- Each opening title is relevant to its subject matter, in this case the Jet
- Created by: Jeremy Clarkson
- Directed by: Neil Ferguson
- Starring: Jeremy Clarkson
- Country of origin: United Kingdom
- Original language: English
- No. of episodes: 5

Production
- Producer: Michael Mosley
- Running time: 60 minutes

Original release
- Network: BBC Two
- Release: 15 January – 12 February 2004

= Inventions That Changed the World =

2004 BBC documentary series

Inventions That Changed the World is a five-part BBC Two documentary series presented by Jeremy Clarkson. First broadcast on 15 January 2004, the programme takes a look at some of the inventions that helped to shape the modern world. The UKTV channel Yesterday frequently repeats this series. However, episodes are edited to 46 minutes to allow for commercials to air in the one-hour time slot.
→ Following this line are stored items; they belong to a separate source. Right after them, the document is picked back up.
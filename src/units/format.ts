/**
 * Writing values in engineering notation and in RKM code.
 *
 * Rounding to significant digits uses `Number.prototype.toExponential`, which
 * rounds the exact binary value (ECMAScript 2022, section 21.1.3.2), so a
 * carry such as 999.95k -> 1.00M is handled before the engineering prefix is
 * chosen. With 17 significant digits the text reads back (by `parseValue`) to
 * the same double (IEEE 754-2008, clause 5.12.2: 17 digits identify a binary64).
 *
 * RKM code: IEC 60062:2016 "Marking codes for resistors and capacitors",
 * clause 4 (typed in from memory): the multiplier letter stands for the
 * decimal point (`4k7`, `R47`, `100R`, `4n7`, `1k0`).
 *
 * @module
 */
import { InvalidArgumentError } from "../errors.ts";
import { requireFinite, requireInteger, requireOneOf, requireOptions } from "../validate.ts";
import { canonicalUnit, PREFIX_FOR_EXPONENT } from "./prefixes.ts";

/** Options of {@link formatValue}. */
export interface FormatValueOptions {
  /**
   * Significant digits, 1 to 21.
   * @defaultValue 3
   */
  readonly digits?: number;
  /**
   * Unit written after the prefix (any accepted spelling, written as given:
   * `"Ω"`, `"ohm"`, `"F"`, `"H"`, `"Hz"`, `"V"`, `"A"`, `"s"`, `"W"`).
   * @defaultValue undefined (no unit)
   */
  readonly unit?: string;
  /**
   * Put a space between the number and the prefix/unit (`"4.7 kΩ"`).
   * @defaultValue true when a unit is given, false otherwise (`"4.7k"`)
   */
  readonly space?: boolean;
  /**
   * How to write micro.
   * @defaultValue "µ" (U+00B5 MICRO SIGN)
   */
  readonly micro?: "\u00b5" | "u";
  /**
   * Drop trailing zeros after the decimal point (`"4.7k"` rather than `"4.70k"`).
   * @defaultValue true
   */
  readonly trimZeros?: boolean;
}

/** Kinds of part whose RKM letter set differs. */
export type RkmKind = "resistor" | "capacitor";

/** Options of {@link formatRkm}. */
export interface FormatRkmOptions {
  /**
   * Significant digits, 1 to 21.
   * @defaultValue 3
   */
  readonly digits?: number;
  /**
   * Letter set: resistors use R k M G T (ohms), capacitors p n µ m F (farads).
   * @defaultValue "resistor"
   */
  readonly kind?: RkmKind;
  /**
   * How to write micro (capacitors).
   * @defaultValue "µ" (U+00B5 MICRO SIGN)
   */
  readonly micro?: "\u00b5" | "u";
}

/** Round |value| > 0 to `digits` significant digits: the digit string and the decimal exponent of its first digit. */
function roundDigits(magnitude: number, digits: number): { mantissa: string; exp10: number } {
  const [m = "", e = "0"] = magnitude.toExponential(digits - 1).split("e");
  return { mantissa: m.replace(".", ""), exp10: Number(e) };
}

/** Place the decimal point so that `intLen` digits stand before it (intLen may be <= 0). */
function placePoint(mantissa: string, intLen: number): { int: string; frac: string } {
  if (intLen <= 0) return { int: "", frac: "0".repeat(-intLen) + mantissa };
  const padded = mantissa.length < intLen ? mantissa + "0".repeat(intLen - mantissa.length) : mantissa;
  return { int: padded.slice(0, intLen), frac: padded.slice(intLen) };
}

function checkMicro(fn: string, value: unknown): "\u00b5" | "u" {
  if (value === undefined) return "\u00b5";
  return requireOneOf(fn, "options.micro", value, ["\u00b5", "u"] as const);
}

/**
 * Write a value in engineering notation: a mantissa from 1 to 999.x and an SI
 * prefix from f (1e-15) to T (1e12). Values outside that range are written
 * with a decimal exponent (`"1.5e-18 F"`), which `parseValue` also reads.
 *
 * @param value - the value in SI base units (any finite number, zero and negatives included)
 * @param options - significant digits, unit, spacing, micro sign, zero trimming
 * @returns the text, e.g. `"4.7 kΩ"`, `"10n"`, `"1.5 MHz"`
 * @throws {@link InvalidArgumentError} when `value` is not finite or an option is out of range
 * @example
 * ```ts
 * formatValue(4700, { unit: "Ω" }); //=> "4.7 kΩ"
 * formatValue(4700); //=> "4.7k"
 * formatValue(1e-8, { unit: "F" }); //=> "10 nF"
 * formatValue(999950); //=> "1M"
 * formatValue(2.2e-6, { micro: "u", unit: "F", space: false }); //=> "2.2uF"
 * formatValue(4700, { trimZeros: false }); //=> "4.70k"
 * ```
 */
export function formatValue(value: number, options?: FormatValueOptions): string {
  const fn = "formatValue";
  const v = requireFinite(fn, "value", value);
  const opts = requireOptions(fn, "options", options);
  const digits = opts["digits"] === undefined ? 3 : requireInteger(fn, "options.digits", opts["digits"], { min: 1, max: 21 });
  let unit = "";
  if (opts["unit"] !== undefined) {
    if (typeof opts["unit"] !== "string" || canonicalUnit(opts["unit"]) === undefined) {
      throw new InvalidArgumentError({
        fn,
        path: "options.unit",
        received: opts["unit"],
        message: "expected one of the unit spellings Ω, ohm, F, H, Hz, V, A, s, W",
      });
    }
    unit = opts["unit"];
  }
  for (const key of ["space", "trimZeros"] as const) {
    if (opts[key] !== undefined && typeof opts[key] !== "boolean") {
      throw new InvalidArgumentError({ fn, path: `options.${key}`, received: opts[key], message: "expected true or false" });
    }
  }
  const space = opts["space"] === undefined ? unit !== "" : opts["space"] === true;
  const trim = opts["trimZeros"] !== false;
  const micro = checkMicro(fn, opts["micro"]);
  const sep = space ? " " : "";

  if (v === 0) {
    const zero = trim || digits === 1 ? "0" : `0.${"0".repeat(digits - 1)}`;
    return `${zero}${sep}${unit}`.trimEnd();
  }
  const sign = v < 0 ? "-" : "";
  const { mantissa, exp10 } = roundDigits(Math.abs(v), digits);
  const eng = Math.floor(exp10 / 3) * 3;
  let prefix = PREFIX_FOR_EXPONENT.get(eng);
  let number: string;
  if (prefix === undefined) {
    // Beyond f..T: plain scientific notation.
    const { int, frac } = placePoint(mantissa, 1);
    const f = trim ? frac.replace(/0+$/u, "") : frac;
    number = `${int}${f === "" ? "" : `.${f}`}e${exp10}`;
    prefix = "";
  } else {
    const { int, frac } = placePoint(mantissa, exp10 - eng + 1);
    const f = trim ? frac.replace(/0+$/u, "") : frac;
    number = `${int}${f === "" ? "" : `.${f}`}`;
    if (prefix === "\u00b5") prefix = micro;
  }
  const tail = `${prefix}${unit}`;
  return tail === "" ? `${sign}${number}` : `${sign}${number}${sep}${tail}`;
}

const RKM_LETTERS: Readonly<Record<RkmKind, ReadonlyMap<number, string>>> = {
  resistor: new Map([
    [0, "R"],
    [3, "k"],
    [6, "M"],
    [9, "G"],
    [12, "T"],
  ]),
  capacitor: new Map([
    [-12, "p"],
    [-9, "n"],
    [-6, "\u00b5"],
    [-3, "m"],
    [0, "F"],
  ]),
};

/**
 * Write a value as an RKM code (IEC 60062), the letter standing for the
 * decimal point: `4k7`, `100R`, `R47`, `4n7`. A single digit before the
 * letter gets one zero after it (`1k0`, `1n0`) so the code never ends in a
 * lone letter after one digit. Trailing zeros are otherwise dropped.
 *
 * Resistors (ohms) use R k M G T and cover below 1000 TΩ; values below 1 Ω
 * start with the letter (`R47`, `R047`). Capacitors (farads) use p n µ m F
 * and cover below 1000 F; values below 1 pF start with `p` (`p47`).
 *
 * @param value - resistance in ohms or capacitance in farads (> 0; 0 gives `0R` for resistors)
 * @param options - significant digits, letter set, micro sign
 * @returns the RKM code
 * @throws {@link InvalidArgumentError} when `value` is not finite, negative,
 *   zero for a capacitor, or too large for the letter set
 * @example
 * ```ts
 * formatRkm(4700); //=> "4k7"
 * formatRkm(100); //=> "100R"
 * formatRkm(0.47); //=> "R47"
 * formatRkm(1000); //=> "1k0"
 * formatRkm(4.7e-9, { kind: "capacitor" }); //=> "4n7"
 * formatRkm(1e-7, { kind: "capacitor", micro: "u" }); //=> "100n"
 * ```
 */
export function formatRkm(value: number, options?: FormatRkmOptions): string {
  const fn = "formatRkm";
  const opts = requireOptions(fn, "options", options);
  const digits = opts["digits"] === undefined ? 3 : requireInteger(fn, "options.digits", opts["digits"], { min: 1, max: 21 });
  const kind = opts["kind"] === undefined ? "resistor" : requireOneOf(fn, "options.kind", opts["kind"], ["resistor", "capacitor"] as const);
  const micro = checkMicro(fn, opts["micro"]);
  const v = requireFinite(fn, "value", value);
  if (v < 0 || (v === 0 && kind === "capacitor")) {
    throw new InvalidArgumentError({
      fn,
      path: "value",
      received: value,
      message: kind === "capacitor" ? "expected a capacitance greater than zero" : "expected a resistance of zero or more",
    });
  }
  if (v === 0) return "0R";
  const letters = RKM_LETTERS[kind];
  const minExp = kind === "resistor" ? 0 : -12;
  const maxExp = kind === "resistor" ? 12 : 0;
  const { mantissa, exp10 } = roundDigits(v, digits);
  const eng = Math.max(minExp, Math.floor(exp10 / 3) * 3);
  if (eng > maxExp) {
    throw new InvalidArgumentError({
      fn,
      path: "value",
      received: value,
      message: kind === "resistor" ? "expected a resistance below 1000 TΩ (1e15 Ω)" : "expected a capacitance below 1000 F",
    });
  }
  let letter = letters.get(eng) as string;
  if (letter === "\u00b5") letter = micro;
  const { int, frac } = placePoint(mantissa, exp10 - eng + 1);
  let f = frac.replace(/0+$/u, "");
  if (f === "" && int.length === 1) f = "0";
  return `${int}${letter}${f}`;
}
Originally planned for a 6-part run, only 5 episodes were broadcast.

==Episodes==

| No. | Title | Original release date | Prod. code |
| 1 | "The Gun" | 15 January 2004 | LSFR847E |
Clarkson tells us all about guns.
| 2 | "The Computer" | 22 January 2004 | LSFR849S |
Clarkson reveals the origins of the computer and the recent areas of artificial intelligence.
| 3 | "The Jet" | 29 January 2004 | LSFR846K |
Clarkson shows how much the Jet has changed the world by traveling around the world in 5 days.
| 4 | "The Telephone" | 5 February 2004 | LSFR845R |
Clarkson gives the details of the first telephones and shows how much has changed since its invention.
| 5 | "The Television" | 12 February 2004 | LSFR848Y |
Finally Clarkson reveals the invention of the television and how it affected the world since its invention.

== Reception ==
A Daily Telegraph review of "The Television" episode called it "enjoyable and wittily written" in an "ironic and debunking" tone.